Putting values in above equation, we get:

$-2043.93kJ/mol=\frac{q}{68.18mol}\\\\q=(-2043.93kJ/mol\times 68.18mol)=-1.39\times 10^5kJ$

To calculate the heat released by the reaction, we use the equation:

$q=mc\Delta T$

where,

q = heat released = $1.39\times 10^5kJ=1.39\times 10^8J$

m = mass of air = ?

c = heat capacity of air = 1.009 J/g°C

$\Delta T$ = change in temperature = $T_2-T_1=(100-25)^oC=75^oC$

Putting values in above equation, we get:

$1.39\times 10^8J=m\times 1.009J/g^oC\times 75^oC\\\\m=\frac{1.39\times 10^8}{1.009\times 75}=1.84\times 10^6g=1.84\times 10^3kg$

Conversion factor: 1 kg = 1000 g

To calculate the volume of air, we use the equation:

$\text{Density of substance}=\frac{\text{Mass of substance}}{\text{Volume of substance}}$

Density of air = $0.946kg/m^3$

Mass of air = $1.84\times 10^3kg$

Putting values in above equation, we get:

$0.946kg/m^3=\frac{1.84\times 10^3kg}{\text{Volume of air}}\\\\\text{Volume of air}=\frac{1.84\times 10^3kg}{0.946kg/m^3}=1945.03m^3$

To calculate the volume of sphere, we use the equation:

$V=4\pi r^3$

where,

r = radius of the sphere = 280 cm = 2.8 m    (Conversion factor: 1 m = 100 cm)

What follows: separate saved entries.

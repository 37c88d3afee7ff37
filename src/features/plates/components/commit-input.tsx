// A number box that applies its value on Enter or when it loses focus (not on every keystroke),
// and shows "mixed" when the selected wells differ.
import { useEffect, useState } from 'react';

export type CommitInputProps = {
  label: string;
  value: number | null | 'mixed' | undefined;
  onCommit: (value: number | null) => void;
  disabled?: boolean;
  min?: number;
  max?: number;
  integer?: boolean;
  unit?: string;
};

const text = (v: CommitInputProps['value']) => (v === 'mixed' || v == null ? '' : String(v));

export function CommitInput({ label, value, onCommit, disabled, min, max, integer, unit }: CommitInputProps) {
  const [draft, setDraft] = useState(text(value));
  const [error, setError] = useState<string | null>(null);
  useEffect(() => {
    setDraft(text(value));
    setError(null);
  }, [value]);

  const commit = () => {
    if (draft === text(value)) return;
    if (draft.trim() === '') return onCommit(null);
    const n = Number(draft.replace(',', '.'));
    const bad =
      !Number.isFinite(n) ||
      (integer && !Number.isInteger(n)) ||
      (min !== undefined && n < min) ||
      (max !== undefined && n > max);
    if (bad) {
      setError(
        `Give ${integer ? 'a whole number' : 'a number'}${min !== undefined && max !== undefined ? ` from ${min} to ${max}` : ''}.`,
      );
      return;
    }
    setError(null);
    onCommit(n);
  };
  return (
    <label className="block">
      <span className="mb-0.5 block text-sm text-ink-muted">
        {label}
        {unit && <span className="sr-only"> ({unit})</span>}
      </span>
      <span className="flex items-center gap-1">
        <input
          type="text"
          inputMode="decimal"
          value={draft}
          placeholder={value === 'mixed' ? 'mixed' : ''}
          disabled={disabled}
          aria-invalid={error ? true : undefined}
          onChange={(e) => setDraft(e.target.value)}
          onBlur={commit}
          onKeyDown={(e) => {
            if (e.key === 'Enter') commit();
            if (e.key === 'Escape') setDraft(text(value));
          }}
          className={`h-8 w-full rounded border bg-surface px-2 text-right tabular-nums disabled:bg-canvas disabled:text-ink-muted ${error ? 'border-danger-600' : 'border-line-strong'}`}
        />
        {unit && (
          <span className="text-sm text-ink-muted" aria-hidden="true">
            {unit}
          </span>
        )}
      </span>
      {error && <span className="mt-0.5 block text-sm text-danger-600">{error}</span>}
    </label>
  );
}
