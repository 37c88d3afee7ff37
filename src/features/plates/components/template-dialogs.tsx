// Templates: save the current map under a name for the team; start this map from a template;
// delete a template the team no longer uses.
import { useState } from 'react';
import type { PlateMap } from '@shared/plate-map/schema';
import { Button } from '@/components/ui/button';
import { Dialog } from '@/components/ui/dialog';
import { TextField } from '@/components/ui/field';
import { Notice, QueryError } from '@/components/ui/notice';
import { Loading } from '@/components/ui/spinner';
import { useToast } from '@/components/ui/toast';
import { formatDate } from '@/lib/format';
import { useCreateTemplate } from '../api/create-template';
import { useDeleteTemplate } from '../api/delete-template';
import { useTemplates } from '../api/get-templates';

type Common = { open: boolean; onClose: () => void; teamId: string; format: 96 | 384 };

export function SaveTemplateDialog({ open, onClose, teamId, format, map }: Common & { map: PlateMap }) {
  const toast = useToast();
  const [name, setName] = useState('');
  const create = useCreateTemplate({
    onSuccess: (t) => {
      toast.show(`Template “${t.name}” saved for the team.`);
      setName('');
      onClose();
    },
  });
  const wells = Object.keys(map.wells).length;
  return (
    <Dialog
      open={open}
      onClose={onClose}
      title="Save as template"
      description={`The map as it is now (${wells} wells with a role) becomes a ${format}-well template for your team.`}
      footer={
        <>
          <Button onClick={onClose}>Cancel</Button>
          <Button
            variant="primary"
            busy={create.isPending}
            disabled={!name.trim()}
            onClick={() => create.mutate({ teamId, name: name.trim(), format, map })}
          >
            Save template
          </Button>
        </>
      }
    >
      <div className="space-y-3">
        {create.error && <Notice tone="error">{create.error.message}</Notice>}
        <TextField
          label="Template name"
          value={name}
          maxLength={80}
          onChange={(e) => setName(e.target.value)}
          autoFocus
        />
      </div>
    </Dialog>
  );
}

export function ApplyTemplateDialog({
  open,
  onClose,
  teamId,
  format,
  onApply,
}: Common & { onApply: (map: PlateMap, name: string) => void }) {
  const toast = useToast();
  const templates = useTemplates(teamId, format, { enabled: open });
  const [chosen, setChosen] = useState<string | null>(null);
  const [confirming, setConfirming] = useState(false);
  const template = templates.data?.find((t) => t.id === chosen);
  const remove = useDeleteTemplate({
    onSuccess: (t) => {
      toast.show(`Template “${t.name}” deleted; plates made from it keep their maps.`);
      setChosen(null);
      setConfirming(false);
    },
  });
  const choose = (id: string) => {
    setChosen(id);
    setConfirming(false);
    remove.reset();
  };
  return (
    <Dialog
      open={open}
      onClose={onClose}
      title="Apply a template"
      description="The template replaces the whole map. Undo (Ctrl+Z) brings the current map back."
      footer={
        <>
          <Button disabled={!template || confirming} onClick={() => setConfirming(true)}>
            Delete template…
          </Button>
          <Button onClick={onClose}>Cancel</Button>
          <Button
            variant="primary"
            disabled={!template}
            onClick={() => {
              if (!template) return;
              onApply(template.map, template.name);
              onClose();
            }}
          >
            Apply template
          </Button>
        </>
      }
    >
      {templates.isPending ? (
        <Loading label="Loading templates…" />
      ) : templates.isError ? (
        <QueryError error={templates.error} what="the templates" onRetry={() => void templates.refetch()} />
      ) : templates.data.length === 0 ? (
        <Notice>No {format}-well templates yet. Save a map as a template first.</Notice>
      ) : (
        <fieldset className="space-y-1">
          <legend className="sr-only">Templates</legend>
          {remove.error && <Notice tone="error">{remove.error.message}</Notice>}
          {confirming && template && (
            <Notice tone="warning" title={`Delete “${template.name}” for the whole team?`}>
              <p>Plates already made from it keep their maps. This cannot be undone.</p>
              <div className="mt-2 flex gap-2">
                <Button size="sm" variant="primary" busy={remove.isPending} onClick={() => remove.mutate(template)}>
                  Delete “{template.name}”
                </Button>
                <Button size="sm" onClick={() => setConfirming(false)}>
                  Keep it
                </Button>
              </div>
            </Notice>
          )}
          {templates.data.map((t) => (
            <label key={t.id} className="flex items-baseline gap-2 rounded px-1 py-0.5 hover:bg-canvas">
              <input
                type="radio"
                name="template"
                checked={chosen === t.id}
                onChange={() => choose(t.id)}
              />
              <span className="font-semibold">{t.name}</span>
              <span className="text-sm text-ink-muted">
                {Object.keys(t.map.wells).length} wells · {formatDate(t.createdAt)}
              </span>
            </label>
          ))}
        </fieldset>
      )}
    </Dialog>
  );
}
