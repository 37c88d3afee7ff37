// Copy a plate's map into a new plate, in this study or another editable study of the team.
import { useState } from 'react';
import type { PlateSummary } from '@shared/schemas/plates-types';
import { studyStatusLabels } from '@shared/schemas/studies';
import { Button } from '@/components/ui/button';
import { Dialog } from '@/components/ui/dialog';
import { SelectField, TextField } from '@/components/ui/field';
import { Notice } from '@/components/ui/notice';
import { useCopyPlate } from '../api/copy-plate';
import { useCopyTargets } from '../api/get-copy-targets';

export type CopyPlateDialogProps = {
  plate: PlateSummary | null;
  studyId: string;
  onClose: () => void;
  onCopied: (copy: PlateSummary) => void;
};

export function CopyPlateDialog({ plate, studyId, onClose, onCopied }: CopyPlateDialogProps) {
  return plate ? <CopyForm plate={plate} studyId={studyId} onClose={onClose} onCopied={onCopied} /> : null;
}

function CopyForm({ plate, studyId, onClose, onCopied }: CopyPlateDialogProps & { plate: PlateSummary }) {
  const [name, setName] = useState(`${plate.name} (copy)`.slice(0, 80));
  const [target, setTarget] = useState(studyId);
  const targets = useCopyTargets(plate.teamId);
  const copy = useCopyPlate({ onSuccess: onCopied });
  const open = (targets.data ?? []).filter(
    (s) => s.status === 'draft' || s.status === 'returned' || s.id === studyId,
  );
  return (
    <Dialog
      open
      onClose={onClose}
      title={`Copy the map of ${plate.name}`}
      description="A new plate with the same format and map; reads are not copied."
      footer={
        <>
          <Button onClick={onClose}>Cancel</Button>
          <Button
            variant="primary"
            busy={copy.isPending}
            disabled={!name.trim()}
            onClick={() =>
              copy.mutate({
                plateId: plate.id,
                name: name.trim(),
                studyId: target === studyId ? null : target,
              })
            }
          >
            Copy map
          </Button>
        </>
      }
    >
      <div className="space-y-4">
        {copy.error && <Notice tone="error">{copy.error.message}</Notice>}
        <TextField
          label="New plate name"
          value={name}
          maxLength={80}
          onChange={(e) => setName(e.target.value)}
          autoFocus
        />
        <SelectField
          label="Into study"
          value={target}
          onChange={(e) => setTarget(e.target.value)}
          hint="Studies in review or approved take no new plates."
        >
          {!targets.data && <option value={studyId}>This study</option>}
          {open.map((s) => (
            <option key={s.id} value={s.id}>
              {s.id === studyId ? `${s.name} (this study)` : `${s.name} · ${studyStatusLabels[s.status]}`}
            </option>
          ))}
        </SelectField>
      </div>
    </Dialog>
  );
}
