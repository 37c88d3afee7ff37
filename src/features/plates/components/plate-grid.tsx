// The plate as one SVG grid (rows A–H or A–P × columns 1–12 or 1–24). Pointer events are handled
// once on the SVG (the well under the pointer is computed from its position), never per well,
// and each well is a memoised cell, so painting 384 wells stays cheap. Keyboard focus stays on the
// SVG, with aria-activedescendant naming the well at the cursor.
import { useId, useRef, useState, type KeyboardEvent, type ClipboardEvent } from 'react';
import { plateDimensions, type PlateFormat } from '@shared/plate/geometry';
import type { PlateMap } from '@shared/plate-map/schema';
import { cellName, rowLetter, type Cell } from '../utils/grid';
import { describeWell, WellCell } from './well-cell';

export type GridHit =
  | { kind: 'cell'; cell: Cell }
  | { kind: 'row'; row: number }
  | { kind: 'column'; column: number }
  | { kind: 'corner' };

export type PlateGridProps = {
  format: PlateFormat;
  map: PlateMap;
  selected: ReadonlySet<string>;
  cursor: Cell;
  highlighted: ReadonlySet<string>;
  tags: Record<string, string>;
  variantNames: Record<string, string>;
  label: string;
  onPointerStart: (hit: GridHit, extend: boolean) => void;
  onPointerDrag: (cell: Cell) => void;
  onPointerEnd: () => void;
  onKeyDown: (event: KeyboardEvent<SVGSVGElement>) => void;
  onCopy?: (event: ClipboardEvent<SVGSVGElement>) => void;
  onCut?: (event: ClipboardEvent<SVGSVGElement>) => void;
  onPaste?: (event: ClipboardEvent<SVGSVGElement>) => void;
};

export const gridGeometry = (format: PlateFormat) => {
  const { rows, columns } = plateDimensions(format);
  const compact = format === 384;
  const cw = compact ? 27 : 54;
  const ch = compact ? 24 : 46;
  const left = 24;
  const top = 18;
  return {
    rows,
    columns,
    compact,
    cw,
    ch,
    left,
    top,
    width: left + columns * cw + 1,
    height: top + rows * ch + 1,
  };
};

export function PlateGrid(props: PlateGridProps) {
  const { format, map, selected, cursor, highlighted, tags, variantNames } = props;
  const g = gridGeometry(format);
  const idBase = useId();
  const svgRef = useRef<SVGSVGElement>(null);
  const dragging = useRef<string | null>(null);
  const [hover, setHover] = useState<string | null>(null);
  const wellId = (name: string) => `${idBase}-${name}`;

  const hitAt = (clientX: number, clientY: number): GridHit | null => {
    const box = svgRef.current?.getBoundingClientRect();
    if (!box) return null;
    const x = ((clientX - box.left) * g.width) / box.width;
    const y = ((clientY - box.top) * g.height) / box.height;
    const column = Math.floor((x - g.left) / g.cw);
    const row = Math.floor((y - g.top) / g.ch);
    const inColumns = column >= 0 && column < g.columns;
    const inRows = row >= 0 && row < g.rows;
    if (x < g.left && y < g.top) return { kind: 'corner' };
    if (x < g.left) return inRows ? { kind: 'row', row } : null;
    if (y < g.top) return inColumns ? { kind: 'column', column } : null;
    return inRows && inColumns ? { kind: 'cell', cell: { row, column } } : null;
  };

  const cells = [];
  for (let row = 0; row < g.rows; row++) {
    const rowCells = [];
    for (let column = 0; column < g.columns; column++) {
      const name = cellName({ row, column });
      const well = map.wells[name];
      const variantId = well?.variantId ?? null;
      rowCells.push(
        <WellCell
          key={name}
          id={wellId(name)}
          name={name}
          x={g.left + column * g.cw}
          y={g.top + row * g.ch}
          w={g.cw}
          h={g.ch}
          well={well}
          tag={variantId ? (tags[variantId] ?? '?') : null}
          variantName={variantId ? (variantNames[variantId] ?? 'unknown variant') : null}
          selected={selected.has(name)}
          cursor={row === cursor.row && column === cursor.column}
          highlighted={highlighted.has(name)}
          compact={g.compact}
        />,
      );
    }
    cells.push(
      <g role="row" key={row}>
        <text
          role="rowheader"
          x={g.left - 7}
          y={g.top + row * g.ch + g.ch / 2 + 4}
          textAnchor="end"
          fontSize={11}
          fill="#4f5a5c"
        >
          {rowLetter(row)}
        </text>
        {rowCells}
      </g>,
    );
  }

  return (
    <div>
      <svg
        ref={svgRef}
        role="grid"
        aria-label={props.label}
        aria-multiselectable="true"
        aria-rowcount={g.rows}
        aria-colcount={g.columns}
        aria-activedescendant={wellId(cellName(cursor))}
        tabIndex={0}
        width={g.width}
        height={g.height}
        viewBox={`0 0 ${g.width} ${g.height}`}
        className="block max-w-full cursor-cell touch-none select-none rounded outline-offset-4"
        onKeyDown={props.onKeyDown}
        onCopy={props.onCopy}
        onCut={props.onCut}
        onPaste={props.onPaste}
        onPointerDown={(e) => {
          if (e.button !== 0) return;
          const hit = hitAt(e.clientX, e.clientY);
          if (!hit) return;
          e.currentTarget.focus();
          e.currentTarget.setPointerCapture(e.pointerId);
          dragging.current = hit.kind === 'cell' ? cellName(hit.cell) : null;
          props.onPointerStart(hit, e.shiftKey);
          e.preventDefault();
        }}
        onPointerMove={(e) => {
          const hit = hitAt(e.clientX, e.clientY);
          const name = hit?.kind === 'cell' ? cellName(hit.cell) : null;
          if (name !== hover) setHover(name);
          if (dragging.current && hit?.kind === 'cell' && name !== dragging.current) {
            dragging.current = name;
            props.onPointerDrag(hit.cell);
          }
        }}
        onPointerUp={() => {
          if (dragging.current === null) return;
          dragging.current = null;
          props.onPointerEnd();
        }}
        onPointerLeave={() => setHover(null)}
      >
        <rect
          x={g.left}
          y={g.top}
          width={g.columns * g.cw}
          height={g.rows * g.ch}
          fill="#fbfcfb"
          stroke="#d8ddda"
        />
        <g role="row">
          {Array.from({ length: g.columns }, (_, column) => (
            <text
              key={column}
              role="columnheader"
              x={g.left + column * g.cw + g.cw / 2}
              y={g.top - 5}
              textAnchor="middle"
              fontSize={g.compact ? 9.5 : 11}
              fill="#4f5a5c"
            >
              {column + 1}
            </text>
          ))}
        </g>
        {cells}
      </svg>
      <p className="mt-1 h-5 truncate text-sm text-ink-muted" aria-hidden="true">
        {hover
          ? describeWell(
              hover,
              map.wells[hover],
              (map.wells[hover]?.variantId && variantNames[map.wells[hover].variantId!]) || null,
            )
          : 'Drag to select a rectangle; click a row letter or column number to select it whole.'}
      </p>
    </div>
  );
}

Putting values in above equation, we get:

$V=4\times 3.14\times (2.8)^3\\\\V=275.7m^3$

To calculate the number of balloons inflated, we divide the volume of air by the volume of 1 balloon:

$\text{Number of balloons inflated}=\frac{V_{air}}{V_{balloon}}\\\\\text{Number of balloons inflated}=\frac{1945.03m^3}{275.7m^3}=7$

Hence, the number of balloons inflated with hot air are 7.